By: Olle Johansson (oej) 2006-11-30 14:38:25.000-0600

Created invitestate-1.4 branch too. I need test results.

Spent a lot of time testing the 1.2 based version today, found no issues...

By: Olle Johansson (oej) 2006-12-02 14:36:28.000-0600

This was related to 183 Session progress.

Please test latest version of the branch of your choice
- invitestate for 1.2
- invitestate-1.4 for 1.4
- trunk for trunk

I believe this is fixed. Your urgent reply is really appreciated, so we can close this issue and merge
the branches. Thanks.

Many thanks to Leif Madsen (Blitzrage) who gave me access to a test system and for placing
many test calls. International bug hunting - I'm in Sweden, Leif's in Canada and the server was
located in Florida!

By: Olle Johansson (oej) 2006-12-05 12:58:31.000-0600

waiting for feedback.

By: daroz (daroz) 2006-12-05 19:36:21.000-0600

Updated to Asterisk SVN-oej-invitestate-r48214 on our production box. Will test and let you know.

By: Olle Johansson (oej) 2006-12-06 02:14:25.000-0600

To add to your list: Can you please also try with the clean 1.2 svn - latest revision? Thanks.

By: daroz (daroz) 2006-12-06 09:26:23.000-0600

Ok, we had an issue with the "#" for blindtransfer not working in the invitestate branch. I took the opportunity to switch to the 1.2 trunk and we're now testing that.

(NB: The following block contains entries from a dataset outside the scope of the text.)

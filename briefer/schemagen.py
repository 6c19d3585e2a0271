"""The JSON Schemas of the data files, generated from the models' declarations.

Each file format is declared once, with the model's fields (`briefer.model.Spec`: kind, range,
choices, help text; `briefer.model.Forms`: alternative forms). The loader checks a file with
those declarations; this module writes the same declarations as JSON Schema (draft 2020-12) in
``briefer/schemas/<kind>.schema.json``, for editors and other tools. The schemas are checked in
and a test regenerates them and compares::

    python -m briefer.schemagen            # rewrite briefer/schemas/*.schema.json
    python -m briefer.schemagen --check    # exit 1 if a checked-in schema is stale

Rules between fields that JSON Schema cannot say (a threshold within 300 ft of the airfield, a
fix within 30 NM) stay in the loader's code; the models' help texts name them.
"""

from __future__ import annotations

import argparse
import json
import sys
from dataclasses import MISSING
from pathlib import Path
from typing import Any

from briefer import model
from briefer.io.atomic import write_text_atomic
from briefer.model import CATEGORIES, FORMAT_VERSION, Spec, declared_fields

__all__ = ["GENERATED_KINDS", "DESIGNATOR_PATTERN", "file_schema", "schema_text", "schema_path", "main"]

SCHEMA_DIALECT = "https://json-schema.org/draft/2020-12/schema"
DESIGNATOR_PATTERN = "^(0?[1-9]|[12][0-9]|3[0-6])[LCRlcr]?$"
SCHEMA_DIR = Path(__file__).resolve().parent / "schemas"


GENERATED_KINDS = (model.KIND_PROFILE, model.KIND_AIRFIELD, "scenario")
"""The file kinds, each with its schema generated from the declarations."""


def _models() -> dict[str, Any]:
    """The top-level model of each generated file kind."""
    from briefer.instructor.scenario_format import KIND_SCENARIO, Scenario

    return {model.KIND_PROFILE: model.AircraftProfile, model.KIND_AIRFIELD: model.Airfield, KIND_SCENARIO: Scenario}


class _Optional:
    """Stands for the dataclass field of a file key that is no field (always optional)."""

    name = ""
    default = None


def _nullable(f: Any, spec: Spec) -> bool:
    """Null allowed: the spec says so, or else the field is optional (the loader reads null as absent)."""
    return f.default is None if spec.nullable is None else spec.nullable


def _with_null(types: str | list[str], nullable: bool) -> str | list[str]:
    if not nullable:
        return types
    return [*types, "null"] if isinstance(types, list) else [types, "null"]


def _property(f: Any, spec: Spec, defs: dict[str, Any]) -> dict[str, Any]:
    """The schema of one declared field."""
    nullable, kind = _nullable(f, spec), spec.kind
    out: dict[str, Any]
    if kind == "number":
        out = {"type": _with_null("number", nullable)}
        if spec.range is not None:
            out.update(minimum=spec.range.lo, maximum=spec.range.hi)
    elif kind == "text":
        out = {"type": _with_null("string", nullable)}
        if spec.pattern:
            out["pattern"] = f"^{spec.pattern}$"
        else:
            out.update(minLength=0 if spec.empty_ok else 1, maxLength=spec.max_length)
    elif kind == "choice":
        out = {"enum": [*spec.choices, *([None] if nullable else [])]}
    elif kind == "flag":
        out = {"type": "boolean"}
    elif kind == "designator":
        out = {"type": _with_null(["string", "integer"], nullable), "pattern": DESIGNATOR_PATTERN,
               "minimum": 1, "maximum": 36}
    elif kind == "model":
        ref = {"$ref": f"#/$defs/{_define(spec.model, defs, spec.schema_ref)}"}
        out = {"anyOf": [ref, {"type": "null"}]} if nullable else ref
    elif kind == "models":
        out = {"type": "array"}
        if spec.min_items:
            out["minItems"] = spec.min_items
        if spec.max_items is not None:
            out["maxItems"] = spec.max_items
        out["items"] = {"$ref": f"#/$defs/{_define(spec.model, defs)}"}
    elif kind == "categories":
        ref = {"$ref": f"#/$defs/{_define(spec.model, defs)}"}
        out = {"type": "object", "minProperties": spec.min_items, "additionalProperties": False,
               "properties": {c: ref for c in CATEGORIES}}
    elif kind == "custom":
        out = dict(spec.schema or {})
        if "type" in out:
            out["type"] = _with_null(out["type"], nullable)
    else:  # pragma: no cover - a declaration error
        raise ValueError(f"{f.name}: unknown field kind {kind!r}")
    if spec.help:
        out["description"] = spec.help
    return out


def model_schema(cls: Any, defs: dict[str, Any], variant: str | None = None) -> dict[str, Any]:
    """The schema of a model's mapping (its nested models go into `defs`)."""
    properties: dict[str, Any] = {}
    required: list[str] = []
    after = {anchor: (key, spec) for key, (anchor, spec) in cls._extra_fields.items()}
    for f, spec in declared_fields(cls):
        properties[f.name] = _property(f, spec, defs)
        if f.default is MISSING and f.default_factory is MISSING:
            required.append(f.name)
        if f.name in after:                # a file key that is no field (altimeter_inhg), after its twin
            key, extra = after[f.name]
            properties[key] = _property(_Optional, extra, defs)
    node: dict[str, Any] = {"type": "object"}
    if cls._help:
        node["description"] = cls._help
    node.update(properties=properties, required=required, additionalProperties=False)
    rules = [rule.schema() for rule in cls._forms]
    extra = cls.schema_extra(variant, node)
    if extra:
        rules.append(extra)
    leftover = []
    for rule in filter(None, rules):       # side by side when they share no keyword, else allOf
        if set(rule) & set(node):
            leftover.append(rule)
        else:
            node.update(rule)
    if leftover:
        node["allOf"] = leftover
    return node


def _define(cls: Any, defs: dict[str, Any], variant: str | None = None) -> str:
    """Put the schema of a nested model into `defs` (children first); its name there."""
    name = variant or cls.__name__
    if name not in defs:
        defs[name] = None                  # a placeholder while the children are defined
        node = model_schema(cls, defs, variant)
        del defs[name]
        defs[name] = node
    return name


def file_schema(kind: str) -> dict[str, Any]:
    """The whole schema of a file kind."""
    cls = _models()[kind]
    defs: dict[str, Any] = {}
    body = model_schema(cls, defs)
    header = {"kind": {"const": kind, "description": f"What the file holds: always '{kind}'."},
              "format_version": {"const": FORMAT_VERSION,
                                 "description": "Data-file format version (optional; only 1 exists)."}}
    out: dict[str, Any] = {"$schema": SCHEMA_DIALECT, "$id": f"urn:briefer:schema:{kind}:{FORMAT_VERSION}",
                           "title": cls._title, "description": cls._help, "type": "object",
                           "additionalProperties": False, "required": ["kind", *body["required"]],
                           "properties": {**header, **body["properties"]}}
    out.update({k: v for k, v in body.items()
                if k not in ("type", "description", "properties", "required", "additionalProperties")})
    if defs:
        out["$defs"] = defs
    return out


def schema_text(kind: str) -> str:
    """The text of a kind's schema file (2-space indent, UTF-8, a final newline)."""
    return json.dumps(file_schema(kind), indent=2, ensure_ascii=False) + "\n"


def schema_path(kind: str, folder: Path = SCHEMA_DIR) -> Path:
    return folder / f"{kind}.schema.json"


def stale(folder: Path = SCHEMA_DIR) -> list[str]:
    """The kinds whose checked-in schema differs from the declarations."""
    out = []
    for kind in _models():
        path = schema_path(kind, folder)
        if not path.exists() or path.read_text(encoding="utf-8") != schema_text(kind):
            out.append(kind)
    return out


def main(argv: list[str] | None = None) -> int:
    parser = argparse.ArgumentParser(prog="python -m briefer.schemagen",
                                     description="Write (or check) the data files' JSON Schemas from the "
                                                 "models' declarations.")
    parser.add_argument("--check", action="store_true", help="only compare; exit 1 if a schema is stale")
    parser.add_argument("--folder", type=Path, default=SCHEMA_DIR, help="where the schemas live")
    args = parser.parse_args(argv)
    if args.check:
        old = stale(args.folder)
        for kind in old:
            print(f"{schema_path(kind, args.folder)}: stale; run python -m briefer.schemagen", file=sys.stderr)
        return 1 if old else 0
    for kind in _models():
        path = schema_path(kind, args.folder)
        text = schema_text(kind)
        if not path.exists() or path.read_text(encoding="utf-8") != text:
            write_text_atomic(path, text, overwrite=True)
            print(f"wrote {path}")
    return 0


if __name__ == "__main__":
    sys.exit(main())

By: daroz (daroz) 2006-12-06 09:40:41.000-0600

Ok, 1.2 trunk still has the 'forever ringing' problem... Asterisk not sending CANCELs when a call is answered by another endpoint. We'll be rolling back to somewhere in the invitestate branch shortly.

Log file uploaded: SVN-branch-1.2-r48319.log
(verbose/debug 10 + sip debug)



By: daroz (daroz) 2006-12-06 11:22:38.000-0600

Ok, I rolled back to the latest invitestate branch, but I can reconfirm the problem with DTMF -- it appears as though there's some failure of asterisk to send DTMF out (inbound DTMF seemed fine).

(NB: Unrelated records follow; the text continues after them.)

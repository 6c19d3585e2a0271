"""The app's two entry points to the forms: open one ("new" or "edit" on the aircraft or
airfield step), and use what it saved at once (catalog, lists, inputs, a new brief)."""

from __future__ import annotations

import re
from dataclasses import replace
from typing import TYPE_CHECKING, Any

from rich.text import Text

from briefer.model import KIND_AIRFIELD, KIND_PROFILE
from briefer.tui.forms.check import Checker, Verdict
from briefer.tui.forms.screen import FormScreen, Saved
from briefer.tui.state import AppCatalog, CatalogItem

if TYPE_CHECKING:
    from briefer.tui.app import BriefingApp

STEP_KINDS = {"aircraft": KIND_PROFILE, "airfield": KIND_AIRFIELD}


def _loose(text: str) -> str:
    return re.sub(r"[^a-z0-9]", "", text.lower())


def _spec(kind: str):
    if kind == KIND_PROFILE:
        from briefer.tui.forms.profile_form import PROFILE_FORM

        return PROFILE_FORM
    from briefer.tui.forms.airfield_form import AIRFIELD_FORM

    return AIRFIELD_FORM


def _painter(kind: str):
    if kind == KIND_PROFILE:
        return profile_side
    from briefer.tui.forms.airfield_form import airfield_side

    return airfield_side


def form_for(app: BriefingApp, kind: str, *, edit: bool) -> FormScreen | str:
    """The form screen for a kind, empty or holding the chosen profile/airfield; or why not."""
    mapping = source = None
    builtin = False
    checker = None
    if edit:
        catalog = app.catalog
        items = catalog.profiles if kind == KIND_PROFILE else catalog.airfields
        name = app.inputs.profile if kind == KIND_PROFILE else app.inputs.airfield
        item = next((i for i in items if _loose(i.name) == _loose(name)), None)
        model = catalog.profile(name) if kind == KIND_PROFILE else catalog.airfield(name)
        if item is None or model is None:
            return f"'{name}' cannot be read, so it cannot be edited; fix the file or start a new one (F2)"
        mapping = model.to_mapping()
        checker = Checker(_spec(kind))
        lost = form_loses(_spec(kind), mapping, model, checker=checker)
        if lost:
            return (f"the form cannot show everything {item.source or name} holds ({lost}), so it would not "
                    f"save it back unchanged; edit the file by hand, or start a new one (F2)")
        source, builtin = item.source, item.builtin or not item.source
    on_import = None
    if kind == KIND_AIRFIELD:
        from briefer.tui.forms.import_dialog import ask_import

        on_import = ask_import
    return FormScreen(_spec(kind), mapping=mapping, source=source, builtin=builtin, side=_painter(kind),
                      ascii=bool(getattr(app, "ascii", False)), on_import=on_import, checker=checker)


def form_loses(spec: Any, mapping: dict[str, Any], model: Any, *, checker: Checker | None = None) -> str:
    """What a form would change of a file it opens ('' when nothing): the form's texts for the
    file must read back to the very same model, so saving without an edit changes nothing.
    `checker`: the form's own (it then knows every field's message when the form opens)."""
    from briefer.tui.forms.spec import to_texts

    verdict = (checker or Checker(spec)).check(to_texts(spec, mapping))
    if verdict.model == model:
        return ""
    problem = verdict.first_problem()
    if problem is None:
        return "a value the form has no field for"
    where = ".".join(str(p) for p in problem[0]) if problem[0] else ""
    return f"{where}: {problem[1]}" if where else problem[1]


def open_form(app: BriefingApp, *, edit: bool) -> None:
    """F2 / F3 on the aircraft or airfield step: open its form."""
    from textual.widgets import TabbedContent

    step = app.main.node("#steps", TabbedContent).active
    kind = STEP_KINDS.get(step)
    if kind is None:
        app.notify("New and edit work on step 1 (aircraft) and step 2 (airfield).", timeout=5)
        return
    try:
        screen = form_for(app, kind, edit=edit)
    except Exception as exc:  # never lose the app to a form that cannot open
        app.notify(f"the form cannot open: {type(exc).__name__}: {exc}", severity="error", timeout=8)
        return
    if isinstance(screen, str):
        app.notify(screen, severity="error", timeout=8)
        return
    app.push_screen(screen, lambda saved: use_saved(app, saved))


def _catalog_with(catalog: AppCatalog, saved: Saved) -> AppCatalog:
    model = saved.model
    if saved.kind == KIND_PROFILE:
        item = CatalogItem(name=model.name, title=model.description, source=str(saved.path), builtin=False,
                           model=model)
        rest = tuple(i for i in catalog.profiles if _loose(i.name) != _loose(model.name))
        return replace(catalog, profiles=(item,) + rest)
    item = CatalogItem(name=model.ident, title=model.name, source=str(saved.path), builtin=False, model=model)
    rest = tuple(i for i in catalog.airfields if _loose(i.name) != _loose(model.ident))
    return replace(catalog, airfields=(item,) + rest)


def use_saved(app: BriefingApp, saved: Saved | None) -> None:
    """Put a saved profile or airfield in the catalog, choose it, and brief with it."""
    if saved is None:
        return
    before = getattr(app.catalog, "catalog", app.catalog)     # a LazyCatalog reads itself here
    catalog = _catalog_with(before, saved)
    cur = app.inputs
    model = saved.model
    if saved.kind == KIND_PROFILE:
        names = [c.name.lower() for c in model.configurations]
        cfg = cur.configuration if cur.configuration and cur.configuration.lower() in names else None
        new = replace(cur, profile=model.name, configuration=cfg)
    else:
        approaches = [a.name for a in model.approaches]
        old = before.airfield(model.ident)     # None: new, or a file that did not read
        added = [a for a in approaches if old is not None and a not in {x.name for x in old.approaches}]
        if added:                   # an approach added to an airfield: brief it
            approach = added[-1]
        elif cur.airfield.upper() == model.ident and cur.approach in approaches:
            approach = cur.approach
        else:
            approach = approaches[0]
        designators = [t.designator for t in model.thresholds]
        runway = cur.landing_runway
        if runway not in designators:
            ap = model.approach(approach)
            runway = next((d for d in designators if d != ap.runway), designators[0])
        new = replace(cur, airfield=model.ident, approach=approach, landing_runway=runway)
    app.use_catalog(catalog, new)
    app.notify(f"Saved {saved.path}; the brief now uses it.", timeout=6)


# --------------------------------------------------------------------------------------------
# The aircraft form's side panel
# --------------------------------------------------------------------------------------------
def profile_side(verdict: Verdict, width: int, height: int, ascii: bool) -> Text:
    """What the entered profile gives (approach category, the stall speed in the planned bank),
    or what is still missing."""
    t = Text()
    t.append("WHAT IT GIVES\n", style="bold underline")
    p = verdict.model
    if p is None:
        n = len(verdict.errors)
        t.append(f"{n} to fix\n" if n else "")
        t.append(f"{len(verdict.required)} still empty\n" if verdict.required else "")
        t.append("\nComplete the form to see the category and the speeds the brief will use.")
        return t
    from briefer.core.criteria import category_from_speed
    from briefer.core.turn import stall_speed_in_turn_kt

    cat_kt = p.approach_category_speed_kt()
    t.append(f"Category {category_from_speed(cat_kt)}", style="bold")
    t.append(f" ({cat_kt:.0f} kt at MLW)\n")
    ratio = p.max_landing_weight_lb / p.reference_weight_lb
    for c in p.configurations:
        vs = float(stall_speed_in_turn_kt(c.vs1g_kt, c.bank_target_deg, weight_ratio=ratio))
        mark = " (default)" if c.name.lower() == p.default_configuration.lower() else ""
        t.append(f"\n{c.name}{mark}\n", style="bold")
        t.append(f" circles {c.circling_speed_kt:.0f} kt at {c.bank_target_deg:.0f}°\n")
        t.append(f" stall in that bank {vs:.0f} kt at MLW\n")
    t.append("\nThe brief uses it once saved.", style="dim")
    return t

Unfortunately we needed to get things stablized so we've moved back to the tip of the 1.2 branch and re-applied the sip_cancel_patch_1.2_r44332.txt patch which has everything working again, so far.

By: Olle Johansson (oej) 2007-01-08 05:31:52.000-0600

Seems like the issue is resolved. If you don't agree and still have the same problem as the original reporter, then re-open and contribute new facts. Thanks everyone for helping out.